For basketball superstar LeBron James and business partner Maverick Carter, the pause in pro sports has been anything but quiet.
They formed SpringHill Co. in March after raising $100 million, signing the deal the same day the NBA shut down over Covid-19 fears. The company, a combination of three existing businesses formed in the past decade, has produced shows such as “The Shop: Uninterrupted” on HBO and the limited Netflix series “Self-Made: Inspired by the Life of Madam C.J. Walker.” And next year it will deliver “Space Jam: A New Legacy,” a follow-up to the 1996 animated Michael Jordan picture.
The company also has collaborated on shoes and apparel, all with what can only be described as an unapologetic agenda. With the killing of George Floyd and the aftermath of nationwide protests, James, Carter and SpringHill are squarely in the middle of a long-delayed national conversation on race and representation.
This week’s Bloomberg Businessweek cover story chronicles how that deal came together. But James and Carter, who sat down for two extensive conversations, have more to say. The men spoke about their experiences growing up, finding their footing in business, and “The Decision” — James’s contentious televised announcement that he was leaving his hometown team and “taking his talents” to the Miami Heat. Below are excerpts from both conversations, edited for clarity and length.

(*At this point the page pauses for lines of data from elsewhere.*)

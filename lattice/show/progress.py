"""The progress of a solve, one line per nonlinear step, the same in a terminal and in a log file.

Plain text without control codes: columns stay aligned, whatever reads them.
"""

from __future__ import annotations

import math
from collections.abc import Mapping, Sequence

STEP, NUMBER, LINEAR, SECONDS, MEMORY = 4, 13, 6, 8, 9


def header(names: Sequence[str]) -> str:
    """Return the line above the steps, the names of the columns.

    Parameters
    ----------
    names : sequence of str
        Free scalars, each with a column of its own.

    Examples
    --------
    >>> print(header(["period"]))
    step   residual_rms         period  linear   seconds  memory MB
    """
    columns = [f"{'step':>{STEP}}", f"{'residual_rms':>{NUMBER}}"]
    columns += [f"{name:>{_width(name)}}" for name in names]
    columns += [f"{'linear':>{LINEAR}}", f"{'seconds':>{SECONDS}}", f"{'memory MB':>{MEMORY}}"]
    return "  ".join(columns)


def step_line(
    step: int,
    residual_rms: float,
    scalars: Mapping[str, float],
    linear_iterations: int,
    seconds: float,
    memory_mb: float,
) -> str:
    """Return the line of one step, aligned below `header`.

    Parameters
    ----------
    step : int
        0 is the start.
    residual_rms : float
        After the step.
    scalars : mapping of str to float
        Free scalars in the order of the header.
    linear_iterations : int
        Of this step.
    seconds : float
        Since the start of the solve.
    memory_mb : float
        Largest resident memory so far, over all ranks.

    Examples
    --------
    >>> print(step_line(3, 1.25e-4, {"period": 10.25}, 7, 1.52, 310.0))
       3      1.250e-04     10.2500000       7       1.5        310
    """
    columns = [f"{step:>{STEP}d}", f"{residual_rms:>{NUMBER}.3e}"]
    columns += [f"{_number(value):>{_width(name)}}" for name, value in scalars.items()]
    columns += [f"{linear_iterations:>{LINEAR}d}", f"{seconds:>{SECONDS}.1f}", f"{memory_mb:>{MEMORY}.0f}"]
    return "  ".join(columns)


def _width(name: str) -> int:
    return max(NUMBER, len(name))


def _number(value: float) -> str:
    """Return nine digits, in fixed notation where that fits the column."""
    size = abs(value)
    if value == 0.0 or not math.isfinite(value):
        return f"{value:.1f}"
    if not 1e-3 <= size < 1e6:
        return f"{value:.5e}"
    before = max(1, math.floor(math.log10(size)) + 1)
    return f"{value:.{max(0, 9 - before)}f}"
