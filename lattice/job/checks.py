"""Judges a job as a whole, with its law at hand: what fits together and what makes physical sense."""

from __future__ import annotations

from collections.abc import Mapping
from pathlib import Path
from typing import TYPE_CHECKING

from lattice.job.choices import PRECONDITIONERS
from lattice.job.problems import Findings, did_you_mean, listed
from lattice.job.schema import CoarseSection, Job, PatchesSection
from lattice.job.starts import (
    ArrayStart,
    MarchKeys,
    NoiseStart,
    RecurrenceStart,
    Wave,
    WavesStart,
    WindowStart,
)
from lattice.job.subspace import judge_subspace
from lattice.job.unknowns import axes, homogeneous_axes, judge_free, open_means, scalar_names

if TYPE_CHECKING:
    from lattice.laws.law import Law


def judge_law_section(job: Job, findings: Findings) -> None:
    """Refuse a law section that names no law, two laws or an unknown one."""
    from lattice.laws.catalogue import law_names

    section = job.law
    own_keys = [key for key in ("equations", "components", "dimensions") if getattr(section, key) is not None]
    if section.name is None:
        if section.equations is None:
            findings.refuse("law", "needs a name or equations; add name = ... (`lattice laws` lists them)")
        return
    if own_keys:
        findings.refuse(
            f"law.{own_keys[0]}",
            f"is for a law of your own, but law.name = '{section.name}' picks a shipped one; remove one",
        )
    known = law_names()
    if section.name not in known:
        findings.refuse(
            "law.name",
            f"must be a shipped law, got '{section.name}'{did_you_mean(section.name, known)};"
            " `lattice laws` lists them, or give equations",
        )


def judge(job: Job, law: Law) -> Findings:
    """Return everything that speaks against a job whose law could be read."""
    findings = Findings()
    _judge_parameters(job, law, findings)
    _judge_dimensions(job, law, findings)
    _judge_box(job, law, findings)
    _judge_lattice(job, law, findings)
    _judge_solve(job, law, findings)
    judge_subspace(job, law, findings)
    if not findings.problems:
        judge_free(job, law, findings)
    _judge_start(job, law, findings)
    return findings


def _judge_parameters(job: Job, law: Law, findings: Findings) -> None:
    if job.law.name is None:
        return
    for name in job.law.parameters:
        if name not in law.defaults:
            findings.refuse(
                f"law.parameters.{name}",
                f"is not a parameter of '{law.name}'{did_you_mean(name, law.defaults)};"
                f" known are {listed(law.defaults)}",
            )


def _judge_dimensions(job: Job, law: Law, findings: Findings) -> None:
    keys = [("box", "length_y"), ("box", "drift_y"), ("lattice", "ny"), ("lattice", "order_y")]
    given = [(section, key) for section, key in keys if getattr(getattr(job, section), key) is not None]
    if law.dimensions == 1:
        for section, key in given:
            findings.refuse(f"{section}.{key}", "is for laws in two dimensions, this one has one; remove it")
    elif job.lattice.ny is None:
        findings.refuse("lattice.ny", "is required for a law in two dimensions; add ny = ... to [lattice]")


def _judge_box(job: Job, law: Law, findings: Findings) -> None:
    box, stored = job.box, job.start.kind in ("state", "excerpt", "mosaic")
    wanted = [f"length_{axis}" for axis in axes(law)] + (["period"] if job.lattice.nt > 1 else [])
    for name in wanted:
        if getattr(box, name) is None and not stored:
            findings.refuse(f"box.{name}", f"is required; add {name} = ... to [box]")
    if box.period is not None and job.lattice.nt == 1:
        findings.refuse(
            "box.period", "has no meaning for lattice.nt = 1 (a steady or travelling state); remove it"
        )
    for axis in axes(law):
        drift = getattr(box, f"drift_{axis}")
        if drift and axis not in homogeneous_axes(law):
            findings.refuse(
                f"box.drift_{axis}",
                f"must be 0: the law depends on {axis}, so no state can drift along {axis}, got {drift};"
                " remove it",
            )
    if box.rotation and law.rotating_pair is None:
        findings.refuse(
            "box.rotation",
            f"must be 0: the law has no pair of components that may be turned, got {box.rotation}; remove it",
        )


def judge_forcing(job: Job, law: Law, findings: Findings) -> None:
    """Refuse a box whose length does not hold whole periods of the law's forcing; for a resolved job."""
    from lattice.job.unknowns import first_values
    from lattice.laws.forcing import find_aperiodic_axes

    values = first_values(job, law)
    for axis in find_aperiodic_axes(law, values):
        findings.refuse(
            f"box.length_{axis}",
            f"must hold whole periods of what the law prescribes along {axis}, got"
            f" {values[f'length_{axis}']}; fit the length or the law's parameters"
            " (in full precision, 2*pi = 6.283185307179586)",
        )
    for name in job.solve.free or ():
        if name.startswith("length_") and name[-1] not in homogeneous_axes(law):
            findings.refuse(
                "solve.free",
                f"must not name {name}: the law prescribes a force along {name[-1]}, which fits the given"
                " length only; remove it",
            )


def _judge_lattice(job: Job, law: Law, findings: Findings) -> None:
    lattice = job.lattice
    if lattice.nt > 1:
        _judge_nodes("nt", lattice.nt, lattice.order_t, 2 * lattice.order_t, findings)
    _judge_nodes("nx", lattice.nx, lattice.order_x, _fewest(law, "x", lattice.order_x), findings)
    if law.dimensions == 2 and lattice.ny is not None:
        order_y = lattice.order_y or lattice.order_x
        _judge_nodes("ny", lattice.ny, order_y, _fewest(law, "y", order_y), findings)


def _fewest(law: Law, axis: str, order: int) -> int:
    """Return the fewest nodes: twice the order, and no node twice in one difference."""
    from lattice.kernels.scheme import reach

    reaches = [reach(equation.expression, order, order)["xy".index(axis)] for equation in law.equations]
    return max(2 * order, 2 * max(reaches) + 1)


def _judge_nodes(name: str, nodes: int, order: int, fewest: int, findings: Findings) -> None:
    if nodes < fewest:
        alone = " or 1 (no time axis)" if name == "nt" else ""
        findings.refuse(
            f"lattice.{name}",
            f"must be >= {fewest}{alone} for order {order}, got {name} = {nodes};"
            f" raise {name}{' or lower the order' if order > 2 else ''}",
        )


def _judge_solve(job: Job, law: Law, findings: Findings) -> None:
    solve = job.solve
    if solve.preconditioner not in PRECONDITIONERS:
        findings.refuse(
            "solve.preconditioner",
            f"must be one of {listed(PRECONDITIONERS)}, got '{solve.preconditioner}'"
            f"{did_you_mean(solve.preconditioner, PRECONDITIONERS)}",
        )
    patched = solve.preconditioner == "patches" or solve.coarse.solver == "patches"
    if not patched and solve.patches != PatchesSection():
        findings.refuse(
            "solve.patches",
            f"is for solve.preconditioner = 'patches', got '{solve.preconditioner}'; remove the table",
        )
    if solve.preconditioner in ("direct", "patches") and solve.coarse != CoarseSection():
        findings.refuse(
            "solve.coarse",
            f"is for solve.preconditioner = 'coarse' or 'auto', got '{solve.preconditioner}';"
            " remove the table",
        )
    _judge_sizes("patches", job, findings)
    _judge_sizes("coarse", job, findings)
    for component in solve.mean:
        _judge_mean(f"solve.mean.{component}", component, law, findings)
    _judge_stages(job, law, findings)


def _judge_stages(job: Job, law: Law, findings: Findings) -> None:
    """Refuse stages out of order, and a damped stage where there is nothing for it."""
    stages, order = job.solve.stages, ("damped", "newton", "refine")
    known = scalar_names(law)
    for name in job.solve.damped.free or ():
        if name not in known:
            findings.refuse(
                "solve.damped.free",
                f"must name scalars of the problem, {listed(known)}, got '{name}'{did_you_mean(name, known)}",
            )
    if stages is None:
        return
    if list(stages) != [stage for stage in order if stage in stages]:
        findings.refuse(
            "solve.stages", f"must be stages in the order {listed(order)}, each once, got {listed(stages)}"
        )
    elif "refine" in stages and "newton" not in stages:
        findings.refuse("solve.stages", "must have newton before refine; add it")
    if job.solve.nested and stages != ("newton",):
        findings.refuse(
            "solve.nested", f'is for solve.stages = ["newton"], got {listed(stages)}; remove one of them'
        )


def _judge_sizes(table: str, job: Job, findings: Findings) -> None:
    """Refuse patches or a coarse lattice with more nodes along an axis than the lattice."""
    for name in ("nt", "nx", "ny"):
        size, nodes = getattr(getattr(job.solve, table), name), getattr(job.lattice, name) or 1
        if size is not None and size > nodes:
            findings.refuse(
                f"solve.{table}.{name}", f"must be <= lattice.{name} = {nodes}, got {size}; lower it"
            )


def _judge_mean(key: str, component: str, law: Law, findings: Findings) -> None:
    if component not in law.components:
        findings.refuse(key, _no_component(component, law))
    elif component not in open_means(law):
        findings.refuse(key, f"cannot be given: the law fixes the mean of {component} by itself; remove it")


def _no_component(component: str, law: Law) -> str:
    return (
        f"names no component of the law, got '{component}'{did_you_mean(component, law.components)};"
        f" known are {listed(law.components)}"
    )


def _judge_start(job: Job, law: Law, findings: Findings) -> None:
    start = job.start
    if isinstance(start, (MarchKeys, NoiseStart, WavesStart)):
        _judge_offsets(start.mean, law, findings)
    if isinstance(start, MarchKeys):
        _judge_march(start, job, law, findings)
    if isinstance(start, WindowStart):
        _judge_window(start, job, law, findings)
    elif isinstance(start, RecurrenceStart):
        _judge_recurrence(start, job, findings)
    elif isinstance(start, WavesStart):
        for place, wave in enumerate(start.modes, start=1):
            _judge_wave(f"start.modes[{place}]", wave, job, law, findings)
    elif isinstance(start, ArrayStart):
        _judge_array(start, findings)


def _judge_offsets(mean: Mapping[str, float], law: Law, findings: Findings) -> None:
    for component in mean:
        if component not in law.components:
            findings.refuse(f"start.mean.{component}", _no_component(component, law))


def _judge_window(start: WindowStart, job: Job, law: Law, findings: Findings) -> None:
    for axis in "xy":
        marched, own = getattr(start, f"march_length_{axis}"), getattr(job.box, f"length_{axis}")
        if marched is None or own is None or marched == own:
            continue
        key, fewest = f"start.march_length_{axis}", own * (1.0 + start.blend_space)
        if axis not in homogeneous_axes(law):
            findings.refuse(
                key,
                f"must be left out: the law depends on {axis}, so that no part of a box stands for the whole",
            )
        elif marched < fewest * (1.0 - 1e-12):
            findings.refuse(
                key,
                f"must be box.length_{axis} = {own} or at least (1 + start.blend_space) times that,"
                f" {fewest:g}, to hold the window and what is blended with it, got {marched}; raise it",
            )


def _judge_recurrence(start: RecurrenceStart, job: Job, findings: Findings) -> None:
    if job.lattice.nt == 1:
        findings.refuse(
            "start.kind",
            "must not be 'recurrence' for lattice.nt = 1: a recurrence is a field in time; raise lattice.nt",
        )
        return
    if job.solve.free is not None and "period" not in job.solve.free:
        findings.refuse(
            "solve.free", "must name period for start.kind = 'recurrence', which gives the period; add it"
        )
    if job.box.period is None:
        return
    shortest, longest = start.shortest or 0.5 * job.box.period, start.longest or 1.5 * job.box.period
    if not shortest < longest:
        findings.refuse(
            "start.longest", f"must exceed start.shortest = {shortest:g}, got {longest:g}; raise it"
        )
    elif start.march_time <= longest:
        findings.refuse(
            "start.march_time",
            f"must exceed the longest period looked for, {longest:g}, got {start.march_time}; raise it",
        )


def _judge_march(start: MarchKeys, job: Job, law: Law, findings: Findings) -> None:
    if start.shape is not None and len(start.shape) != law.dimensions:
        form = "[nx]" if law.dimensions == 1 else "[ny, nx]"
        findings.refuse(
            "start.shape",
            f"must be {form} for a law in {law.dimensions} dimension(s), got {list(start.shape)}",
        )
    for nodes in start.shape or ():
        if nodes < 8:
            findings.refuse("start.shape", f"must have at least 8 nodes on each axis, got {nodes}; raise it")
    for axis in start.match_drift or ():
        if axis not in homogeneous_axes(law):
            findings.refuse(
                "start.match_drift",
                f"must name axes along which the law is the same everywhere"
                f" ({listed(homogeneous_axes(law))}), got '{axis}'; remove it",
            )
    if start.match_rotation and law.rotating_pair is None:
        findings.refuse(
            "start.match_rotation",
            "must be false: the law has no pair of components that may be turned; remove it",
        )
    if start.dt is not None and job.box.period is not None and start.dt > job.box.period:
        findings.refuse(
            "start.dt", f"must be <= box.period = {job.box.period}, got {start.dt}; shorten the time step"
        )


def _judge_wave(key: str, wave: Wave, job: Job, law: Law, findings: Findings) -> None:
    if wave.component is None and len(law.components) > 1:
        findings.refuse(
            f"{key}.component", f"is required for a law of several components: {listed(law.components)}"
        )
    elif wave.component is not None and wave.component not in law.components:
        findings.refuse(f"{key}.component", _no_component(wave.component, law))
    for number, nodes in (("kt", job.lattice.nt), ("kx", job.lattice.nx), ("ky", job.lattice.ny or 1)):
        most = (nodes - 1) // 2
        if abs(getattr(wave, number)) > most:
            findings.refuse(
                f"{key}.{number}",
                f"must lie within -{most} .. {most} on lattice.n{number[1]} = {nodes},"
                f" got {getattr(wave, number)}; lower it or raise the nodes",
            )


def _judge_array(start: ArrayStart, findings: Findings) -> None:
    if Path(start.file).suffix == ".npy" and start.dataset is not None:
        findings.refuse("start.dataset", "is for HDF5 files, start.file is a .npy file; remove it")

What have you learned about owning your own narrative?
James: That the best teacher in life is experience. It’s that simple. There’s no way you can grow if you don’t have pitfalls in your life, you know? If everything is a bed of roses every day, then how do you know — when you finally hit a roadblock — how to tackle that?
If “The Decision” was the hardest thing that I had to deal with in my life, then I’ll live a hell of a life. Because where I grew up, “The Decision” will fall probably 2,000 on the rank of best to worst.
The NBA has changed more dramatically than other professional sports. Why is that?
Carter: The NFL has always been the biggest sport business-wise in America; the NBA has always been more comfortable with risk. When you’re the challenger, when you’re not No. 1, you’re more comfortable with taking a swing because you don’t have as big a glare on you, as big a spotlight on you. I think the good news is, by the NBA doing that, we’ve seen the NFL doing that. I think baseball is lagging behind a bit.
Do you want to own a team someday?
James: I mean, it would be great. I just want to stay around the game. I love the game of basketball — it’s given so much to me. And if it’s possible to own a team or be part of a team, that would be amazing.
It’s a conversation that’s obviously going to take place a little bit later down the line. But if I’m blessed enough, if I continue to put myself in a position where I’m giving back to the game, I think the game will give back to me.
The landscape is littered with professional athletes — very successful athletes — who brought their friends along with them and it didn’t work out. Why has this worked out for you?
James: The trust that I had in my guys from the beginning, and there’s a saying, “Of what’s known, don’t need to be said.” Us growing up in the same community — we already had that. I already knew that we were on the same page because of our upbringing.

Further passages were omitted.